Historically, research has suggested that medical and psychological treatments work similarly for people with vaginismus. This does not mean that vaginismus is "all in someone's head." What it means is that some of the body's reactions to pain and anxiety can be altered through behavioral techniques. Often, psychological treatments for vaginismus are provided by sex therapists or other sexual health professionals. However, general work on anxiety reduction can be helpful in some circumstances where vaginismus is relatively mild.

Using Botox for Vaginismus

One exciting area of sexual health research is in using Botox to treat vaginismus. Botox is commonly thought of as a vanity drug, due to its use for reducing facial lines. However, Botox, short for botulinum toxin, is also used to treat a number of chronic pain conditions. This is because Botox paralyzes the muscles into which it is injected. This prevents them from contracting—either consciously or unconsciously. That's why Botox is useful for preventing wrinkles—people can't move their faces. It's also why it's used for chronic pain conditions like TMJ (jaw pain), headaches, bladder pain, and vaginismus. Reducing tension in the problematic muscles also reduces pain.

Botox can cause significant side effects. Therefore, it is not usually the first line of treatment for vaginismus. However, some individuals are unwilling or unable to undergo other vaginismus treatments. For them, Botox treatment can have a positive effect. Using Botox to treat vaginismus involves several injections of the drug. Botox is injected into multiple areas of the bulbospongiosus muscle. This is the muscle that wraps around the entrance to the vagina. Additional injections may be used to relax other muscles if they are contributing to the vaginal spasms.
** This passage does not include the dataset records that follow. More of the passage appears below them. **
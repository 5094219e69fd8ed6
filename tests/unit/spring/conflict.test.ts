import { describe, expect, it } from 'vitest'
import { describeConflict, sizeSpring, type SpringSizeRequest } from '#shared/spring'
import { searchOf } from '../../../shared/spring/sizing/kinds'
import { writeNumber } from '../../../shared/spring/sizing/requirement-paths'
import { isFeasible } from '../../../shared/spring/sizing/search-wires'
import type { DroppableRequirement } from '../../../shared/spring/sizing/kind-search'
import { EN_CODES, makeWires } from './springs'

const wires = makeWires(...EN_CODES).filter((_, i) => i % 3 === 0)

/** Requests that no wire meets, of every kind, each for a reason of its own. */
const IMPOSSIBLE: readonly (readonly [string, SpringSizeRequest, readonly string[]])[] = [
  ['a bore and a rod too near each other for the load', { kind: 'compression', points: [{ lengthMm: 40, forceN: 50 }, { lengthMm: 30, forceN: 100 }], fit: { boreMm: 14, rodMm: 12, maxFreeLengthMm: 90 }, temperatureC: 60 }, ['fit.boreMm', 'fit.rodMm']],
  ['too long a life in a narrow bore', { kind: 'compression', points: [{ lengthMm: 40, forceN: 50 }, { lengthMm: 30, forceN: 100 }], fit: { boreMm: 9, maxFreeLengthMm: 60 }, duty: { cycles: 1e7 } }, ['duty.cycles', 'fit.boreMm']],
  ['heat that no wire bears', { kind: 'compression', points: [{ lengthMm: 40, forceN: 50 }], temperatureC: 400, fit: { boreMm: 40 } }, ['temperatureC']],
  ['too little room when solid', { kind: 'compression', points: [{ lengthMm: 40, forceN: 50 }, { lengthMm: 30, forceN: 100 }], fit: { maxSolidLengthMm: 4, boreMm: 60 }, coilStep: 0.25, diameterStepMm: 0.1 }, ['fit.maxSolidLengthMm']],
  ['a pull too strong for the bore', { kind: 'extension', points: [{ lengthMm: 60, forceN: 20 }, { lengthMm: 80, forceN: 60 }], fit: { boreMm: 6 }, temperatureC: 50 }, ['fit.boreMm']],
  ['a long hook-to-hook length in too short a room', { kind: 'extension', points: [{ lengthMm: 60, forceN: 20 }, { lengthMm: 80, forceN: 60 }], fit: { maxFreeLengthMm: 12 } }, ['fit.maxFreeLengthMm']],
  ['a body between a rod and a bore', { kind: 'torsion', points: [{ angleDeg: 20, momentNmm: 200 }, { angleDeg: 90, momentNmm: 900 }], fit: { rodMm: 12, boreMm: 17 }, legs: [{ lengthMm: 30, form: 'straight' }, { lengthMm: 30, form: 'straight' }] }, ['fit.rodMm', 'fit.boreMm']],
]

function subsets<T>(list: readonly T[], size: number): T[][] {
  if (size === 0) return [[]]
  return list.flatMap((item, i) => subsets(list.slice(i + 1), size - 1).map(rest => [item, ...rest]))
}

/** The requirements of a request, and the question whether some of them alone, with what cannot be left out, still clash. */
function partsOf(request: SpringSizeRequest): { paths: readonly string[], anchors: readonly string[], clash: (kept: readonly string[]) => boolean } {
  const parts = <R extends SpringSizeRequest>(asked: R, list: readonly { path: string, without: (r: R) => R }[], anchors: readonly string[]) => ({
    paths: list.map(({ path }) => path), anchors,
    clash: (kept: readonly string[]) => !isFeasible(list.reduce((r, { path, without }) => (kept.includes(path) ? r : without(r)), asked), wires),
  })
  switch (request.kind) {
    case 'compression': return parts(request, searchOf('compression').listRequirements(request) as readonly DroppableRequirement<'compression'>[], searchOf('compression').anchorPaths(request))
    case 'extension': return parts(request, searchOf('extension').listRequirements(request), searchOf('extension').anchorPaths(request))
    case 'torsion': return parts(request, searchOf('torsion').listRequirements(request), searchOf('torsion').anchorPaths(request))
  }
}

describe.each(IMPOSSIBLE)('%s', (_, request, expected) => {
  const result = sizeSpring(request, wires)
  const conflict = result.conflict ?? { requirements: [], changes: [] }

  it('is impossible, and says what stands in the way', () => {
    expect(result.designs).toEqual([])
    expect(result.searched.feasibleWires).toBe(0)
    expect(conflict.requirements).toEqual(expect.arrayContaining([...expected]))
  })

  it('names a set that clashes, and no smaller set does', () => {
    const { paths, anchors, clash } = partsOf(request)
    const isWhole = (kept: readonly string[]) => anchors.length > 0 || kept.some(path => path.startsWith('points.'))
    // What clashes whatever the spring must do is named without the loads.
    const named = conflict.requirements.filter(path => paths.includes(path))
    const whole = isWhole(named) ? named : [...named, ...paths.filter(path => path.startsWith('points.')).slice(0, 1)]
    expect(clash(whole)).toBe(true)
    for (let size = 0; size < named.length; size++) {
      for (const fewer of subsets(paths, size)) if (isWhole(fewer)) expect(clash(fewer), fewer.join(', ')).toBe(false)
    }
  })

  it('gives changes of which each admits a spring, the least first, and none that is much too large', () => {
    expect(conflict.changes.length).toBeGreaterThan(0)
    const shares = conflict.changes.map(({ from, to }) => Math.abs(to / from - 1))
    expect([...shares].sort((a, b) => a - b)).toEqual(shares)
    for (const { path, from, to, design } of conflict.changes) {
      const changed = sizeSpring(writeNumber(request, path, to), wires, { explainConflict: false })
      expect(changed.designs[0], path).toEqual(design)
      expect(design.evaluation.checks.filter(check => !check.ok && check.severity === 'stop'), path).toEqual([])
      // A limit of the fit gives way in one direction: a hundredth of the way less, or one in the fourth figure, is not enough.
      const less = Math.max(Math.abs(from - to) * 0.01, 1.01 * 10 ** (Math.floor(Math.log10(to)) - 3))
      if (path.startsWith('fit.')) expect(isFeasible(writeNumber(request, path, to + Math.sign(from - to) * less), wires), path).toBe(false)
    }
  })

  it('says all of it in sentences with the units of the kind', () => {
    const [clash = '', ...changes] = describeConflict(conflict, request)
    expect(clash).toMatch(/^No spring can be made/)
    expect(changes).toHaveLength(conflict.changes.length)
    for (const words of [clash, ...changes]) expect(words).not.toMatch(/undefined|NaN|points\.|fit\./)
    if (request.kind === 'torsion') expect(changes.join(' ')).toMatch(/N mm|mm/)
  })
})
Botox treatment is usually not done on its own. Instead, it is often combined with psychotherapy and the use of dilators so that people can become comfortable with penetration. The Botox injections last for between 2 and 4 months. However, the effects of the treatment may last longer than that. This is likely due to a combination of anxiety reduction and retraining of the muscles. The Botox provides the initial relaxation and lack of pain on penetration that allows the body to become used to the sensations without tensing up.

Side effects of using Botox to treat vaginismus can include urinary incontinence and blurry vision.

Other Vaginismus Treatments

In addition to Botox, there are several other common therapies for vaginismus. These include other forms of injections, physical therapy, systematic desensitization to the stress of penetration, hypnotherapy, and cognitive behavioral therapy. Systematic desensitization uses dilators to slowly increase an individual's ability to tolerate penetration. This can either be done by a physician or by the patient, under the verbal direction of a physician or therapist.

Cognitive behavioral therapy, for both individuals and couples, generally uses a treatment manual. It can be used as part of individual or group therapy. To date, the evidence for the efficacy of these treatments is mixed. Some people appear to be helped by these therapies. However, the studies are often small and of low quality.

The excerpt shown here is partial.